Is this brand of food good for my hedgie?


----------



## Lilysmommy (Jan 7, 2009)

It's alright to feed in a mix with two or three cat foods, but no, it's not a good food to feed on its own. Most hedgehog foods aren't really that great for our guys, either because the ingredients are actually dangerous (some have nuts and seeds that can be choking hazards) or because they're just really not good in general. Cat foods are generally preferred for feeding, and many people recommend feeding a mix of two or more good cat foods to make sure that your hedgehog is getting everything he/she needs.
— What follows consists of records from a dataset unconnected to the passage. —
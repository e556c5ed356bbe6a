// The analysis client's scheduling with an in-process analysis (no worker thread): latest text wins per document,
// superseded requests resolve 'stale', other documents are not disturbed.

import { describe, expect, it } from 'vitest';
import { AnalysisClient } from '../../../src/extension/analysisClient';
import { analyseText } from '../../../src/extension/analysisWorker';
import { HEAT } from './helpers';

describe('AnalysisClient (in-process)', () => {
  it('analyses, and marks superseded texts of the same document stale', async () => {
    const client = new AnalysisClient({ bundle: null, inProcess: async () => analyseText });
    const first = client.analyse('a', HEAT('0.1'));
    const second = client.analyse('a', HEAT('0.3'));
    const other = client.analyse('b', HEAT('0.2'));
    const [r1, r2, r3] = await Promise.all([first, second, other]);
    expect(r1).toBe('stale');
    expect(r2 !== 'stale' && r2.report?.stable).toBe(false);
    expect(r2 !== 'stale' && r2.diagnostics.map((d) => d.code)).toEqual(['step-over-limit']);
    expect(r3 !== 'stale' && r3.report?.dt).toBe(0.2);
    expect(r3 !== 'stale' && r3.thread).toBe('host');
    client.dispose();
  });

  it('reports no analysis for a text with errors, and never throws', async () => {
    const client = new AnalysisClient({ bundle: null, inProcess: async () => analyseText });
    const r = await client.analyse('a', 'grid 2d\nstep dt = 0.1\nu\' = nope');
    expect(r !== 'stale' && r.report).toBeNull();
    client.forget('a');
    client.dispose();
  });
});
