// Engine speed against a hand-written typed-array loop for the same scheme (issue 3, "Speed and memory"), and the
// engine's peak memory at 2048² measured in a fresh process. Prints figures and ratios; asserts nothing.
// Run with: node test/bench/run.mjs engine   (NumPy and C comparisons: node test/bench/run.mjs engine-native)
import { spawnSync } from 'node:child_process';
import { readFileSync } from 'node:fs';
import { jsBackend } from '../../src/engine/jsBackend';
import { createRun } from '../../src/engine/run';
import { benchImage, CASES, checked, EDGE, engineRun, handLoop, HEAT, maxAbsDiff, median, row, type Kind, type Timing } from './engine-common';

const EXAMPLE_EDGE = `grid 2d\nboundary reflect\nparam K = 0.06 in [0.005, 0.5]\nparam sigma = 1 in [0, 3]\nstep dt = 0.2\nsteps 1\n` +
  `field u = image\ndiffusivity g(s) = 1 / (1 + (s / K)^2)\nlet w = blur(u, sigma)\nu' = u + dt * sum n in N4: g(w[n] - w) * (u[n] - u)\n`;
const MEMORY_SCHEMES: Record<string, string> = { edge: EDGE, heat: HEAT, 'edge+blur': EXAMPLE_EDGE };

/**
 * The process's RSS high-water mark. Linux's VmHWM belongs to this address space; getrusage's maxRSS would not do,
 * since Linux carries it across exec from the parent (here the speed part of this bench, at ~190 MB).
 */
function peakRssBytes(): number {
  try {
    const m = /VmHWM:\s+(\d+) kB/.exec(readFileSync('/proc/self/status', 'utf8'));
    if (m) return Number(m[1]) * 1024;
  } catch {
    // Not Linux: fall back below.
  }
  return process.resourceUsage().maxRSS * 1024;
}

/** Child mode: one engine run in a fresh process, reporting the engine's own allocation and the peak RSS. */
function memoryChild(which: string, n: number, steps: number): void {
  const scheme = checked(MEMORY_SCHEMES[which]);
  const img = benchImage(n);
  const gc = (globalThis as { gc?: () => void }).gc;
  gc?.();
  const before = process.memoryUsage();
  const run = createRun(scheme, { image: img, steps, dtype: 'float32', backend: jsBackend });
  const created = process.memoryUsage();
  run.runSync();
  const after = process.memoryUsage();
  const peakRss = peakRssBytes();
  const out = {
    fields: scheme.fields.length, lets: scheme.lets.length, pixels: n * n,
    engineArrayBuffers: Math.max(created.arrayBuffers, after.arrayBuffers) - before.arrayBuffers,
    rssBefore: before.rss, peakRss,
  };
  process.stdout.write(JSON.stringify(out) + '\n');
}

function speed(): void {
  console.log('Engine vs a hand-written typed-array loop, Float32, reflect, one process.');
  console.log('Repetitions interleaved (the side that goes first alternates); medians of wall and of CPU time. The machine is');
  console.log('shared with other jobs: CPU time (process.cpuUsage) is the steadier figure; wall time is the engine\'s stepSeconds.');
  console.log('The engine\'s timed loop includes its fused NaN/extremum/growth monitors; the hand loop has none.\n');
  const widths = [16, 7, 6, 5, 9, 9, 9, 9, 10, 10, 12, 9, 10];
  console.log(row(['case', 'size', 'steps', 'reps', 'hand s', 'engine s', 'hand cpu', 'eng cpu', 'ratio wall', 'ratio cpu', 'cpu pairs', 'Mpx·st/s', 'max |diff|'], widths));
  const schemes: Record<Kind, ReturnType<typeof checked>> = { edge: checked(EDGE), heat: checked(HEAT) };
  // Warm-up on a small image so both sides are optimised before any timing.
  for (const kind of ['edge', 'heat'] as const) {
    for (let k = 0; k < 3; k++) {
      handLoop(kind, benchImage(128), 40);
      engineRun(schemes[kind], benchImage(128), 40);
    }
  }
  const summary: string[] = [];
  for (const c of CASES) {
    const img = benchImage(c.n);
    const reps = c.n <= 512 ? 11 : 7;
    const hand: Timing[] = [], eng: Timing[] = [], pairs: number[] = [];
    let diff = 0;
    for (let r = 0; r < reps; r++) {
      // Alternate which side goes first, so a slow spell on the shared machine hits both sides alike.
      const a = r % 2 === 0 ? handLoop(c.kind, img, c.steps) : null;
      const e = engineRun(schemes[c.kind], img, c.steps);
      const h = a ?? handLoop(c.kind, img, c.steps);
      hand.push(h);
      eng.push(e);
      pairs.push(e.cpu / h.cpu);
      diff = Math.max(diff, maxAbsDiff(h.out, e.out));
    }
    const mh = median(hand.map(t => t.wall)), me = median(eng.map(t => t.wall));
    const ch = median(hand.map(t => t.cpu)), ce = median(eng.map(t => t.cpu));
    const ps = [...pairs].sort((x, y) => x - y);
    console.log(row([
      c.label, `${c.n}²`, c.steps, reps, mh.toFixed(3), me.toFixed(3), ch.toFixed(3), ce.toFixed(3), (me / mh).toFixed(2), (ce / ch).toFixed(2),
      `${ps[0].toFixed(2)}–${ps[ps.length - 1].toFixed(2)}`, ((c.n * c.n * c.steps) / ce / 1e6).toFixed(0), diff.toExponential(1),
    ], widths));
    summary.push(`${c.label} ${c.n}²: ${(ce / ch).toFixed(2)}`);
  }
  console.log('\nTarget (issue 3): engine/hand ≤ 1.25. "cpu pairs": smallest and largest engine/hand CPU ratio within one repetition.');
  console.log(`engine/hand (CPU medians): ${summary.join('; ')}`);
}

function memory(): void {
  console.log('\nPeak memory at 2048², one fresh process per case (node --expose-gc).');
  console.log('target = (fields + let-fields + 2) × 4 bytes × pixels + 80 MB (issue 3); peak RSS is the whole process');
  console.log('(Node itself, the 16 MB input image and the engine); engine = typed arrays the engine allocated (process.memoryUsage().arrayBuffers delta).\n');
  const widths = [12, 8, 12, 12, 12, 12, 8];
  console.log(row(['scheme', 'steps', 'engine MB', 'RSS start MB', 'peak RSS MB', 'target MB', 'within'], widths));
  const MB = 2 ** 20;
  for (const which of Object.keys(MEMORY_SCHEMES)) {
    const n = 2048, steps = 20;
    const r = spawnSync(process.execPath, ['--expose-gc', __filename, 'memory', which, String(n), String(steps)], { encoding: 'utf8' });
    if (r.status !== 0) throw new Error(`memory child failed: ${r.stderr}`);
    const m = JSON.parse(r.stdout) as { fields: number; lets: number; pixels: number; engineArrayBuffers: number; rssBefore: number; peakRss: number };
    const target = (m.fields + m.lets + 2) * 4 * m.pixels + 80 * MB;
    console.log(row([which, steps, (m.engineArrayBuffers / MB).toFixed(1), (m.rssBefore / MB).toFixed(0), (m.peakRss / MB).toFixed(0), (target / MB).toFixed(0), m.peakRss <= target ? 'yes' : 'NO'], widths));
  }
}

if (process.argv[2] === 'memory') memoryChild(process.argv[3], Number(process.argv[4]), Number(process.argv[5]));
else {
  speed();
  memory();
}
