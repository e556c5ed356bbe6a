// What the live run's "see why" views cost in its analysis thread, per bundled example: the frequency map and the
// modified-equation summary against the static verdict computed for the same run (baseline), and, for the 2-D
// examples on a 256×256 scene, the influence map of the centre pixel after N steps against the engine run of the
// same N steps (baseline: the replay alone is part of the influence map's cost), and the A/B metrics of one result.
// Prints figures and ratios; asserts nothing.

import { readdirSync, readFileSync } from 'node:fs';
import { cpus, loadavg } from 'node:os';
import { join } from 'node:path';
import { createRun } from '../../src/engine';
import { compareResult, computeApproximates, computeInfluence, computeSpectrum, computeVerdict } from '../../src/extension/preview/analysisCompute';
import { makeScene } from '../../src/images/scenes';
import { parseAndCheck } from '../../src/notation';

function median(xs: number[]): number {
  const s = [...xs].sort((a, b) => a - b);
  return s[Math.floor(s.length / 2)];
}

function time(f: () => void, runs: number): number {
  f();
  const out: number[] = [];
  for (let k = 0; k < runs; k++) {
    const t0 = performance.now();
    f();
    out.push(performance.now() - t0);
  }
  return median(out);
}

const dir = join(process.cwd(), 'examples');
const files = readdirSync(dir).filter((f) => f.endsWith('.fluxel')).sort();
console.log(`machine: ${cpus().length} cores, load average ${loadavg().map((v) => v.toFixed(1)).join(' ')}`);
console.log('per example, median of 7 runs after one warm-up (ms); ratios against the verdict of the same knob values');
console.log(`${'example'.padEnd(22)} ${'verdict'.padStart(8)} ${'freq map'.padStart(9)} ${'ratio'.padStart(6)} ${'summary'.padStart(8)} ${'ratio'.padStart(6)}`);
for (const f of files) {
  const text = readFileSync(join(dir, f), 'utf8');
  const scheme = parseAndCheck(text).scheme;
  if (!scheme) continue;
  const knobs = { values: Object.fromEntries(scheme.params.map((p) => [p.name, p.value])), dt: scheme.dt };
  const v = time(() => computeVerdict(text, knobs), 7);
  let s = NaN;
  let a = NaN;
  try { s = time(() => computeSpectrum(text, knobs), 7); } catch (err) { console.log(`  ${f}: frequency map failed: ${String(err)}`); }
  try { a = time(() => computeApproximates(text, knobs), 7); } catch (err) { console.log(`  ${f}: summary failed: ${String(err)}`); }
  console.log(`${f.padEnd(22)} ${v.toFixed(1).padStart(8)} ${s.toFixed(1).padStart(9)} ${(s / v).toFixed(2).padStart(6)} ${a.toFixed(1).padStart(8)} ${(a / v).toFixed(2).padStart(6)}`);
}

const size = 256;
const scene = makeScene('survey', { width: size, height: size, noise: 0.1, seed: 7 });
console.log(`\ninfluence map of the centre pixel, ${size}×${size} survey scene (median of 3 runs, ms); baseline: the engine run of the same steps (float32)`);
console.log(`${'example'.padEnd(22)} ${'steps'.padStart(6)} ${'run'.padStart(8)} ${'influence'.padStart(10)} ${'ratio'.padStart(6)}`);
for (const f of files) {
  const text = readFileSync(join(dir, f), 'utf8');
  const scheme = parseAndCheck(text).scheme;
  if (!scheme || scheme.dims !== 2) continue;
  const steps = Math.min(scheme.steps, 60);
  const knobs = { values: Object.fromEntries(scheme.params.map((p) => [p.name, p.value])), dt: scheme.dt };
  const needsImage = scheme.fields.some((x) => x.init.kind === 'image');
  const image = needsImage ? scene.noisy : null;
  const field = scheme.updates[0]?.field ?? scheme.fields[0].name;
  const base = time(() => {
    const r = createRun(scheme, { ...(image ? { image } : { width: size, height: size }), steps, every: 0 });
    while (r.status === 'running' && r.stepIndex < steps) r.step();
  }, 3);
  let inf = NaN;
  try {
    inf = time(() => computeInfluence({ text, knobs, image, width: size, height: size, steps, x: size / 2, y: size / 2, field }), 3);
  } catch (err) {
    console.log(`  ${f}: ${String(err)}`);
  }
  console.log(`${f.padEnd(22)} ${String(steps).padStart(6)} ${base.toFixed(1).padStart(8)} ${inf.toFixed(1).padStart(10)} ${(inf / base).toFixed(2).padStart(6)}`);
}

const other = makeScene('survey', { width: size, height: size, noise: 0.12, seed: 8 });
const c = time(() => compareResult(scene.noisy, scene.clean, other.noisy), 7);
console.log(`\nA/B metrics of one ${size}×${size} result (PSNR, SSIM against the clean scene and against the pinned one, TV): ${c.toFixed(1)} ms (median of 7)`);
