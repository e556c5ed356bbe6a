/* The C baseline of the SIMD benchmark (wasm.bench.ts compiles it with gcc -O3 -march=native and runs it in the
   same process run): 4-neighbour edge-preserving diffusion g(s) = 1/(1 + s^2/K^2) or 5-point heat, Float32,
   reflect halo of one cell refilled every step, one thread. Usage: wasm_ref edge|heat N STEPS; prints the wall
   seconds of the STEPS timed steps (after one warm-up step), the mean of the result and the CPU seconds. */
#include <stdio.h>
#include <stdlib.h>
#include <string.h>
#include <time.h>

static void ghosts(float *u, int W, int H) {
  int pw = W + 2;
  for (int y = 1; y <= H; y++) {
    u[y * pw] = u[y * pw + 1];
    u[y * pw + W + 1] = u[y * pw + W];
  }
  memcpy(u, u + pw, sizeof(float) * pw);
  memcpy(u + (H + 1) * pw, u + H * pw, sizeof(float) * pw);
}

static void step_edge(const float *restrict u, float *restrict v, int W, int H, float dt, float iK2) {
  int pw = W + 2;
  for (int y = 1; y <= H; y++) {
    const float *r = u + y * pw;
    float *o = v + y * pw;
    for (int x = 1; x <= W; x++) {
      float c = r[x];
      float dn = r[x - pw] - c, ds = r[x + pw] - c, dw = r[x - 1] - c, de = r[x + 1] - c;
      float s = dn / (1.0f + dn * dn * iK2) + ds / (1.0f + ds * ds * iK2) + dw / (1.0f + dw * dw * iK2) + de / (1.0f + de * de * iK2);
      o[x] = c + dt * s;
    }
  }
}

static void step_heat(const float *restrict u, float *restrict v, int W, int H, float dt) {
  int pw = W + 2;
  for (int y = 1; y <= H; y++) {
    const float *r = u + y * pw;
    float *o = v + y * pw;
    for (int x = 1; x <= W; x++) {
      float c = r[x];
      o[x] = c + dt * ((r[x - pw] - c) + (r[x + pw] - c) + (r[x - 1] - c) + (r[x + 1] - c));
    }
  }
}

int main(int argc, char **argv) {
  if (argc < 4) return 2;
  int edge = strcmp(argv[1], "edge") == 0, n = atoi(argv[2]), steps = atoi(argv[3]);
  int W = n, H = n, pw = W + 2;
  float *u = calloc((size_t)pw * (H + 2), sizeof(float)), *v = calloc((size_t)pw * (H + 2), sizeof(float));
  unsigned a = 12345;
  for (int y = 0; y < H; y++)
    for (int x = 0; x < W; x++) {
      a = a * 1103515245u + 12345u;
      u[(y + 1) * pw + x + 1] = (float)(a >> 8) / 16777216.0f;
    }
  const float dt = 0.2f, K = 0.05f, iK2 = 1.0f / (K * K);
  struct timespec t0, t1, c0, c1;
  for (int s = -1; s < steps; s++) {
    if (s == 0) clock_gettime(CLOCK_MONOTONIC, &t0), clock_gettime(CLOCK_PROCESS_CPUTIME_ID, &c0);
    ghosts(u, W, H);
    if (edge) step_edge(u, v, W, H, dt, iK2);
    else step_heat(u, v, W, H, dt);
    float *t = u; u = v; v = t;
  }
  clock_gettime(CLOCK_MONOTONIC, &t1);
  clock_gettime(CLOCK_PROCESS_CPUTIME_ID, &c1);
  double sum = 0;
  for (int y = 1; y <= H; y++) for (int x = 1; x <= W; x++) sum += u[y * pw + x];
  printf("%.6f %.9f %.6f\n", (t1.tv_sec - t0.tv_sec) + (t1.tv_nsec - t0.tv_nsec) * 1e-9, sum / ((double)W * H),
         (c1.tv_sec - c0.tv_sec) + (c1.tv_nsec - c0.tv_nsec) * 1e-9);
  return 0;
}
If you need more ideas for good cat foods to try, check out this list here. viewtopic.php?f=6&t=15


----------



## MissC (Nov 15, 2010)

As far as hedgie-specific foods go, it's not bad. But lilsymommy is right - only as part of a mix. I use it in Snarf's mix, along with: catfood kibble; wet catfood; cooked chicken and veggies.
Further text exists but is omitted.